Categorising vulnerability as positive or negative is not only reductionist, it can also be harmful, as this is a very simplistic way of viewing something which is extremely complicated. I realise I need to learn to be more vulnerable, this is by starting with asking for help when I need it for myself. As otherwise I am only internally burdening myself to the point that I can no longer emotionally push forward.
So sisters, it is time that we started truly saving ourselves and we start to recognise our internal scars, pain and pressure which many of us independent women overlook.

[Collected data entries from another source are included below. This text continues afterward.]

//! Records beside the fronts for those who look: what figures and report show.

use super::RunError;
use super::folder::RunFolder;
use super::records::{DesignRecord, PeriodRecord, WidthSweep};
use super::session::Job;
use super::summary::Summary;
use crate::evaluate::{evaluate, loop_waveform};
use crate::search::space;
use crate::study::Design;
use rayon::prelude::*;

/// What figures and report show beside the fronts: each supply's front, losses against width around the most efficient
/// design, one period of it and of other designs that stand for the front.
pub(super) fn illustrations(
    job: &Job<'_>,
    folder: &RunFolder,
    summary: &Summary,
) -> Result<(), RunError> {
    /// Widths of the sweep, from a fifth to five times the design's.
    const WIDTHS: usize = 61;
    const SAMPLES: usize = 720;
    /// A page of the report stays small.
    const MOST_WAVEFORMS: usize = 100;
    const REPORT_SAMPLES: usize = 120;
    let Some(best) = summary.front.first() else {
        return Ok(());
    };
    folder.write_json("figures/supplies.json", &summary.supplies)?;
    let a_variant = (job.study.space.as_ref()).map_or(1, |s| space::cells(s).len());
    let setup_of = |record: &DesignRecord| &job.variants[record.cell / a_variant].setup;
    let design = &best.evaluation.design;
    let widths: Vec<f64> = (0..WIDTHS)
        .map(|i| design.nmos_width_m * 5f64.powf(2.0 * i as f64 / (WIDTHS - 1) as f64 - 1.0))
        .collect();
    let evaluations = widths
        .par_iter()
        .map(|&nmos_width_m| {
            let varied = Design {
                nmos_width_m,
                ..design.clone()
            };
            evaluate(setup_of(best), &varied)
        })
        .collect();
    let sweep = WidthSweep {
        id: best.id.clone(),
        nmos_width_m: widths,
        evaluations,
    };
    folder.write_json("figures/width_sweep.json", &sweep)?;
    let period = |record: &DesignRecord, samples: usize| {
        let design = &record.evaluation.design;
        let setup = setup_of(record);
        let waveform = loop_waveform(setup, design, samples)?;
        Some(PeriodRecord {
            id: record.id.clone(),
            frequency_hz: setup.frequency_hz,
            supply_v: design.supply_v,
            dead_time: design.dead_time,
            waveform,
        })
    };
    if let Some(period) = period(best, SAMPLES) {
        folder.write_json("figures/period.json", &period)?;
    }
    let waveforms: Vec<PeriodRecord> = summary
        .exemplary(MOST_WAVEFORMS)
        .par_iter()
        .filter_map(|d| period(d, REPORT_SAMPLES))
        .collect();
    folder.write_json("waveforms.json", &waveforms)
}
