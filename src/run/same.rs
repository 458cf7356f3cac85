//! Whether a folder holds the run that is asked for.

use super::RunError;
use super::records::RunRecord;
use serde_json::Value;
use std::path::Path;

/// Refuses to go on with a run of something else, and says what differs.
pub(super) fn same_run(path: &Path, there: &Value, here: &RunRecord) -> Result<(), RunError> {
    let mut differences = Vec::new();
    let here_value = serde_json::to_value(here).map_err(|e| RunError::Damaged {
        path: path.join("run.json"),
        reason: e.to_string(),
    })?;
    if there["version"] != here_value["version"] {
        differences.push(format!(
            "program version {} (this is {})",
            there["version"], here_value["version"]
        ));
    }
    for (what, hash) in [("study", "study_hash"), ("technology", "technology_hash")] {
        if there[hash] != here_value[hash] {
            let place = first_difference(what, &there[what], &here_value[what]);
            differences.push(format!(
                "another {what}{}",
                place.map_or(String::new(), |p| format!(" ({p})"))
            ));
        }
    }
    if there["part"] != here_value["part"] {
        differences.push(format!(
            "part {} (this is {})",
            there["part"], here_value["part"]
        ));
    }
    if differences.is_empty() {
        Ok(())
    } else {
        Err(RunError::Different {
            path: path.to_owned(),
            differences: differences.join(", "),
        })
    }
}

fn first_difference(path: &str, a: &Value, b: &Value) -> Option<String> {
    match (a, b) {
        (Value::Object(x), Value::Object(y)) => x
            .iter()
            .filter(|(key, _)| path != "study" || key.as_str() != "technology")
            .find_map(|(key, value)| {
                first_difference(
                    &format!("{path}.{key}"),
                    value,
                    y.get(key).unwrap_or(&Value::Null),
                )
            })
            .or_else(|| {
                let extra = y.keys().find(|k| !x.contains_key(*k))?;
                Some(format!("{path}.{extra} is new"))
            }),
        _ if a == b => None,
        _ => Some(format!("{path} was {a}, is {b}")),
    }
}
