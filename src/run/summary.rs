//! What is made of finished cells: the overall front, the table of cells, the spread of residuals.
//!
//! Cells are read one at a time, so a run of many cells takes no more memory than its front.

use super::RunError;
use super::folder::{RunFolder, read_cell};
use super::records::{
    CellRecord, DesignList, DesignRecord, HypervolumeReference, Residuals, SupplyFront,
};
use super::supplies;
use super::table;
use crate::evaluate::{Figures, Setup};
use crate::numerics::hypervolume::hypervolume;
use crate::search::front::{Costs, costs, non_dominated};
use crate::search::space;
use crate::study::{Objective, SearchSettings, Space, Study};
use crate::technology::Inductor;
use serde::{Deserialize, Serialize};
use std::collections::{BTreeMap, BTreeSet};
use std::path::Path;

/// Square millimetres in a square metre: the unit of area in a hypervolume.
const MM2: f64 = 1e6;

/// A line of `cells.csv`.
#[derive(Debug, Clone, Serialize, Deserialize)]
pub struct CellLine {
    /// Index.
    pub cell: usize,
    /// Q_L; none where it is free.
    pub loaded_q: Option<f64>,
    /// V_DD, V; none where it is free.
    pub supply_v: Option<f64>,
    /// None without a feasible design.
    pub best_efficiency: Option<f64>,
    least_output_power_dbm: Option<f64>,
    most_output_power_dbm: Option<f64>,
    least_area_m2: Option<f64>,
    front_size: usize,
    hypervolume: f64,
    evaluations: u64,
    /// Largest residual of its front; none without a design, or in a run made before it was written.
    worst_residual: Option<f64>,
    /// Technology of its variant, where the study lists several; so with what follows.
    pub technology: Option<String>,
    /// Transistor pair.
    pub device: Option<String>,
    /// Devices a side.
    pub stack: Option<u32>,
    /// Legs.
    pub legs: Option<u32>,
    /// Carrier, Hz.
    pub frequency_hz: Option<f64>,
    /// Junction, K.
    pub temperature_k: Option<f64>,
}

/// Reads `cells.csv`.
///
/// # Errors
/// [`RunError::Damaged`] when it is none, or the system's.
pub fn read_cells(path: &Path) -> Result<Vec<CellLine>, RunError> {
    let name = path.join("cells.csv");
    let text = std::fs::read(&name).map_err(|error| RunError::Io {
        path: name.clone(),
        error,
    })?;
    let lines: Result<Vec<CellLine>, csv::Error> = csv::Reader::from_reader(text.as_slice())
        .deserialize()
        .collect();
    lines.map_err(|e| RunError::Damaged {
        path: name,
        reason: format!("is damaged: {e}"),
    })
}

/// What all finished cells amount to.
#[derive(Debug, Clone)]
pub struct Summary {
    /// The overall front, best efficiency first.
    pub front: Vec<DesignRecord>,
    /// A line a finished cell.
    pub cells: Vec<CellLine>,
    /// Cells found finished.
    pub finished: usize,
    /// Assessments of these.
    pub evaluations: u64,
    /// Hypervolume of the overall front.
    pub hypervolume: f64,
    /// Spread of the residuals of all cells' points.
    pub residuals: Option<Residuals>,
    /// Fronts of efficiency and output power, a supply each, rising; none where the supply is free.
    pub supplies: Vec<SupplyFront>,
}

/// What finished cells amount to, for progress.
#[derive(Debug, Clone, Copy, PartialEq, Default)]
pub struct Standing {
    /// How many.
    pub cells: usize,
    /// Their assessments.
    pub evaluations: u64,
    /// None without a design.
    pub best_efficiency: Option<f64>,
}

impl Standing {
    /// With one more cell.
    pub fn add(&mut self, cell: &CellRecord) {
        self.cells += 1;
        self.evaluations += cell.evaluations;
        let efficiency = cell
            .designs
            .iter()
            .filter_map(|d| d.evaluation.figures.as_ref())
            .map(|f| f.efficiency);
        self.best_efficiency = efficiency.chain(self.best_efficiency).reduce(f64::max);
    }
}

impl Summary {
    /// Designs that stand for the front, `most` of them: its [`headlines`], then the most efficient of each cell.
    pub fn exemplary(&self, most: usize) -> Vec<&DesignRecord> {
        let mut cells = BTreeSet::new();
        let of_cells = self.front.iter().filter(|d| cells.insert(d.cell));
        let mut taken = BTreeSet::new();
        headlines(&self.front)
            .into_iter()
            .flatten()
            .chain(of_cells)
            .filter(|d| taken.insert(&d.id))
            .take(most)
            .collect()
    }
}

/// The most efficient, the strongest and the smallest of designs; of equals the first.
pub fn headlines(designs: &[DesignRecord]) -> [Option<&DesignRecord>; 3] {
    let least = |cost: fn(&Figures) -> f64| {
        designs
            .iter()
            .filter_map(|d| Some((d, cost(d.evaluation.figures.as_ref()?))))
            .min_by(|a, b| a.1.total_cmp(&b.1))
            .map(|(d, _)| d)
    };
    [
        least(|f| -f.efficiency),
        least(|f| -f.output_power_w),
        least(|f| f.area_m2),
    ]
}

/// Costs of a record by the objectives in play.
pub fn record_costs(objectives: &[Objective], design: &DesignRecord) -> Costs {
    design
        .evaluation
        .figures
        .as_ref()
        .map_or([f64::INFINITY; 3], |f| {
            costs(objectives, f.efficiency, f.output_power_w, f.area_m2)
        })
}

/// Hypervolume of a front: efficiency × W × mm² below `reference`; an objective not traded counts as one.
pub fn front_hypervolume(
    objectives: &[Objective],
    reference: &HypervolumeReference,
    front: &[DesignRecord],
) -> f64 {
    let traded = |o| objectives.contains(&o);
    let points: Vec<[f64; 3]> = front
        .iter()
        .map(|d| {
            let [efficiency, power, area] = record_costs(objectives, d);
            [
                if traded(Objective::Efficiency) {
                    efficiency
                } else {
                    -1.0
                },
                if traded(Objective::OutputPower) {
                    power
                } else {
                    -1.0
                },
                if traded(Objective::Area) {
                    area * MM2
                } else {
                    reference.area_m2 * MM2 - 1.0
                },
            ]
        })
        .collect();
    hypervolume(&points, &[0.0, 0.0, reference.area_m2 * MM2])
}

/// The area a hypervolume is measured from: the study's limit, or twice the largest inductors and switches.
pub fn hypervolume_reference(study: &Study, setup: &Setup, space: &Space) -> HypervolumeReference {
    let area_m2 = study.limits.area_m2.at_most.unwrap_or_else(|| {
        let legs = f64::from(setup.legs);
        let coil = match &setup.inductor {
            Inductor::Spiral(process) => {
                let side = space.diameter_m.as_ref().map_or(0.0, space::largest)
                    + 2.0 * process.keep_out_m;
                side * side
            }
            Inductor::Fixed {
                area_base_m2,
                area_slope_m2_h,
                ..
            } => {
                let ohm = space
                    .resistance_ohm
                    .as_ref()
                    .map_or(setup.network.antenna_resistance_ohm, space::largest);
                area_base_m2
                    + area_slope_m2_h * space::largest(&space.loaded_q) * ohm
                        / setup.network.angular_frequency
            }
        };
        let switches = f64::from(setup.stack)
            * space::largest(&space.nmos_width_m)
            * (1.0 + space::largest(&space.width_ratio))
            * setup.layout.width_area_m;
        2.0 * legs * (coil + switches)
    });
    HypervolumeReference { area_m2 }
}

/// Reads every cell of `cells`, in order, writes `cells.csv`, `front.csv` and `front.json`.
///
/// # Errors
/// A damaged cell, or the system's.
pub fn summarise(
    folder: &RunFolder,
    cells: impl Iterator<Item = usize>,
    search: &SearchSettings,
    reference: &HypervolumeReference,
) -> Result<Summary, RunError> {
    let objectives = search.objectives.as_slice();
    /// Designs gathered beyond the front's own number before it is filtered anew.
    const BATCH: usize = 1_000;
    let mut front: Vec<DesignRecord> = Vec::new();
    let mut kept = 0;
    let mut lines = Vec::new();
    let mut residuals = Vec::new();
    let mut evaluations = 0;
    let mut supplies = Vec::new();
    for cell in cells {
        let Some(record) = read_cell(folder.path(), cell)? else {
            continue;
        };
        evaluations += record.evaluations;
        residuals.extend(record.designs.iter().map(|d| (d.residual, d.certified)));
        lines.push(line(&record));
        supplies::add(&mut supplies, &record);
        front.extend(record.designs);
        if front.len() > 2 * kept + BATCH {
            front = filtered(search, front);
            kept = front.len();
        }
    }
    let mut front = filtered(search, front);
    front.sort_by(|a, b| {
        let (x, y) = (record_costs(objectives, a), record_costs(objectives, b));
        (x[0].total_cmp(&y[0]))
            .then(x[1].total_cmp(&y[1]))
            .then(x[2].total_cmp(&y[2]))
            .then(a.id.cmp(&b.id))
    });
    let path = folder.path();
    folder.write("cells.csv", &table::csv(&path.join("cells.csv"), &lines)?)?;
    folder.write("front.csv", &table::csv(&path.join("front.csv"), &front)?)?;
    let list = DesignList { designs: front };
    folder.write_json("front.json", &list)?;
    let front = list.designs;
    Ok(Summary {
        hypervolume: front_hypervolume(objectives, reference, &front),
        front,
        finished: lines.len(),
        cells: lines,
        evaluations,
        residuals: spread_of(residuals),
        supplies,
    })
}

/// The non-dominated designs of each group.
fn filtered(search: &SearchSettings, designs: Vec<DesignRecord>) -> Vec<DesignRecord> {
    let mut groups: BTreeMap<Vec<String>, Vec<usize>> = BTreeMap::new();
    for (index, design) in designs.iter().enumerate() {
        let label = design.variant.as_ref();
        let group = label.map_or(Vec::new(), |v| v.group(&search.fronts_by));
        groups.entry(group).or_default().push(index);
    }
    let mut keep = vec![false; designs.len()];
    for members in groups.values() {
        let costs = |&i: &usize| record_costs(&search.objectives, &designs[i]);
        let all: Vec<Costs> = members.iter().map(costs).collect();
        for place in non_dominated(&all) {
            keep[members[place]] = true;
        }
    }
    let mut marks = keep.into_iter();
    designs
        .into_iter()
        .filter(|_| marks.next().unwrap_or(false))
        .collect()
}

fn line(record: &CellRecord) -> CellLine {
    let figures = || {
        record
            .designs
            .iter()
            .filter_map(|d| d.evaluation.figures.as_ref())
    };
    CellLine {
        cell: record.cell,
        loaded_q: record.loaded_q,
        supply_v: record.supply_v,
        best_efficiency: figures().map(|f| f.efficiency).reduce(f64::max),
        least_output_power_dbm: figures().map(|f| f.output_power_dbm).reduce(f64::min),
        most_output_power_dbm: figures().map(|f| f.output_power_dbm).reduce(f64::max),
        least_area_m2: figures().map(|f| f.area_m2).reduce(f64::min),
        front_size: record.designs.len(),
        hypervolume: record.hypervolume,
        evaluations: record.evaluations,
        worst_residual: record.designs.iter().map(|d| d.residual).reduce(f64::max),
        technology: record.variant.as_ref().map(|v| v.technology.clone()),
        device: record.variant.as_ref().map(|v| v.device.clone()),
        stack: record.variant.as_ref().map(|v| v.stack),
        legs: record.variant.as_ref().map(|v| v.legs),
        frequency_hz: record.variant.as_ref().map(|v| v.frequency_hz),
        temperature_k: record.variant.as_ref().map(|v| v.temperature_k),
    }
}

fn spread_of(mut residuals: Vec<(f64, bool)>) -> Option<Residuals> {
    residuals.sort_by(|a, b| a.0.total_cmp(&b.0));
    let last = residuals.len().checked_sub(1)?;
    let at = |share: f64| residuals[(share * last as f64).round() as usize].0;
    Some(Residuals {
        points: residuals.len(),
        certified: residuals.iter().filter(|r| r.1).count(),
        median: at(0.5),
        percentile_99: at(0.99),
        worst: at(1.0),
    })
}
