//! The folder of a run on disk: locked while it is written, every file whole or absent.

use super::records::{CellRecord, SCHEMA};
use super::{RunError, digest};
use atomic_write_file::AtomicWriteFile;
use serde::{Deserialize, Serialize};
use serde_json::Value;
use std::fs::{File, TryLockError};
use std::io::Write;
use std::path::{Path, PathBuf};

/// A run folder held by this process.
#[derive(Debug)]
pub struct RunFolder {
    path: PathBuf,
    /// Held until the folder is dropped.
    _lock: File,
}

/// A cell's file: the record with its digest, so that an altered file is found out.
#[derive(Serialize, Deserialize)]
struct CellFile {
    digest: String,
    record: CellRecord,
}

fn io(path: &Path) -> impl FnOnce(std::io::Error) -> RunError + '_ {
    move |error| RunError::Io {
        path: path.to_owned(),
        error,
    }
}

impl RunFolder {
    /// Makes a new run folder and locks it before any work.
    ///
    /// # Errors
    /// [`RunError::Exists`], [`RunError::NotARun`], [`RunError::Busy`] or the system's.
    pub fn create(path: &Path) -> Result<Self, RunError> {
        if path.join("run.json").exists() {
            // Held by a running search, it is busy rather than finished.
            drop(lock(path)?);
            return Err(RunError::Exists(path.to_owned()));
        }
        if path.is_dir() {
            // A search killed before it wrote its record leaves its empty rooms.
            let ours =
                |name: &std::ffi::OsStr| [LOCK, "cells", "figures"].iter().any(|o| name == *o);
            let mut entries = std::fs::read_dir(path).map_err(io(path))?;
            if entries.any(|e| e.is_ok_and(|e| !ours(&e.file_name()))) {
                return Err(RunError::NotARun(path.to_owned()));
            }
        }
        for folder in [path.to_owned(), path.join("cells"), path.join("figures")] {
            std::fs::create_dir_all(&folder).map_err(io(&folder))?;
        }
        Ok(Self {
            path: path.to_owned(),
            _lock: lock(path)?,
        })
    }

    /// Locks an existing run folder to go on with it.
    ///
    /// # Errors
    /// [`RunError::Damaged`] when there is no run, [`RunError::Busy`] or the system's.
    pub fn open(path: &Path) -> Result<Self, RunError> {
        let record = path.join("run.json");
        if !record.exists() {
            return Err(RunError::Damaged {
                path: record,
                reason: "is not there; this folder holds no run to resume".into(),
            });
        }
        Ok(Self {
            path: path.to_owned(),
            _lock: lock(path)?,
        })
    }

    /// The folder.
    pub fn path(&self) -> &Path {
        &self.path
    }

    /// Writes a file whole: a temporary beside it, flushed to the disk, then renamed.
    ///
    /// # Errors
    /// The system's, the old file untouched.
    pub fn write(&self, name: &str, bytes: &[u8]) -> Result<(), RunError> {
        let path = self.path.join(name);
        let written = AtomicWriteFile::open(&path).and_then(|mut file| {
            file.write_all(bytes)?;
            file.commit()
        });
        written.map_err(io(&path))
    }

    /// Writes a value as JSON.
    ///
    /// # Errors
    /// As [`RunFolder::write`].
    pub fn write_json<T: Serialize>(&self, name: &str, value: &T) -> Result<(), RunError> {
        let mut bytes = serde_json::to_vec(value).map_err(|e| RunError::Damaged {
            path: self.path.join(name),
            reason: format!("cannot be written as JSON: {e}"),
        })?;
        bytes.push(b'\n');
        self.write(name, &bytes)
    }

    /// Writes a finished cell.
    ///
    /// # Errors
    /// As [`RunFolder::write`].
    pub fn write_cell(&self, record: &CellRecord) -> Result<(), RunError> {
        let name = cell_name(record.cell);
        let digest = digest(record).map_err(|e| RunError::Damaged {
            path: self.path.join(&name),
            reason: format!("cannot be written as JSON: {e}"),
        })?;
        self.write_json(
            &name,
            &CellFile {
                digest,
                record: record.clone(),
            },
        )
    }
}

const LOCK: &str = "lock";

/// Name of a cell's file in its folder.
pub fn cell_name(cell: usize) -> String {
    format!("cells/{cell:05}.json")
}

fn lock(path: &Path) -> Result<File, RunError> {
    let name = path.join(LOCK);
    let file = File::options()
        .create(true)
        .truncate(false)
        .write(true)
        .open(&name)
        .map_err(io(&name))?;
    match file.try_lock() {
        Ok(()) => Ok(file),
        Err(TryLockError::WouldBlock) => Err(RunError::Busy(path.to_owned())),
        Err(TryLockError::Error(e)) => Err(io(&name)(e)),
    }
}

/// Reads `run.json` as it stands.
///
/// # Errors
/// [`RunError::Damaged`] when it is no run record of this schema, or the system's.
pub fn read_run(path: &Path) -> Result<Value, RunError> {
    let name = path.join("run.json");
    let text = std::fs::read_to_string(&name).map_err(io(&name))?;
    let damaged = |reason: String| RunError::Damaged {
        path: name.clone(),
        reason,
    };
    let value: Value =
        serde_json::from_str(&text).map_err(|e| damaged(format!("is no run record: {e}")))?;
    if value["schema"] == SCHEMA {
        Ok(value)
    } else {
        Err(damaged(format!(
            "has schema {}; this program reads {SCHEMA}",
            value["schema"]
        )))
    }
}

/// Reads a cell; `Ok(None)` when it is not there.
///
/// # Errors
/// [`RunError::Damaged`] when it is truncated, altered or another cell's, or the system's.
pub fn read_cell(path: &Path, cell: usize) -> Result<Option<CellRecord>, RunError> {
    let name = path.join(cell_name(cell));
    let text = match std::fs::read(&name) {
        Ok(text) => text,
        Err(e) if e.kind() == std::io::ErrorKind::NotFound => return Ok(None),
        Err(e) => return Err(io(&name)(e)),
    };
    let damaged = |reason: String| RunError::Damaged {
        path: name.clone(),
        reason,
    };
    let file: CellFile =
        serde_json::from_slice(&text).map_err(|e| damaged(format!("is damaged: {e}")))?;
    let found = digest(&file.record).map_err(|e| damaged(format!("is damaged: {e}")))?;
    if found != file.digest {
        return Err(damaged("is damaged: its digest does not match".into()));
    }
    if file.record.cell != cell {
        return Err(damaged(format!("holds cell {}", file.record.cell)));
    }
    Ok(Some(file.record))
}

/// Reads the overall front.
///
/// # Errors
/// [`RunError::Damaged`] when it is none, or the system's.
pub fn read_front(path: &Path) -> Result<super::records::DesignList, RunError> {
    let name = path.join("front.json");
    let text = std::fs::read(&name).map_err(io(&name))?;
    serde_json::from_slice(&text).map_err(|e| RunError::Damaged {
        path: name,
        reason: format!("is damaged: {e}"),
    })
}

/// Reads the fronts of all cells that are finished, in their order.
///
/// # Errors
/// As [`read_run`] and [`read_cell`].
pub fn read_all_fronts(path: &Path) -> Result<super::records::DesignList, RunError> {
    let run = read_run(path)?;
    let cells = run["cells"].as_u64().unwrap_or(0) as usize;
    let mut designs = Vec::new();
    for cell in 0..cells {
        if let Some(record) = read_cell(path, cell)? {
            designs.extend(record.designs);
        }
    }
    Ok(super::records::DesignList { designs })
}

Maybe we need to extend some care and compassion to the inner woman in us and to give that woman permission to be vulnerable to fully flourish. As surely the true marker of strength isn’t the weight we can externally lift or the amount we can emotionally bury, what makes us strong and independent is being able to ask for help when we need it, so we can comfortably carry ourselves physically and fully surface emotionally.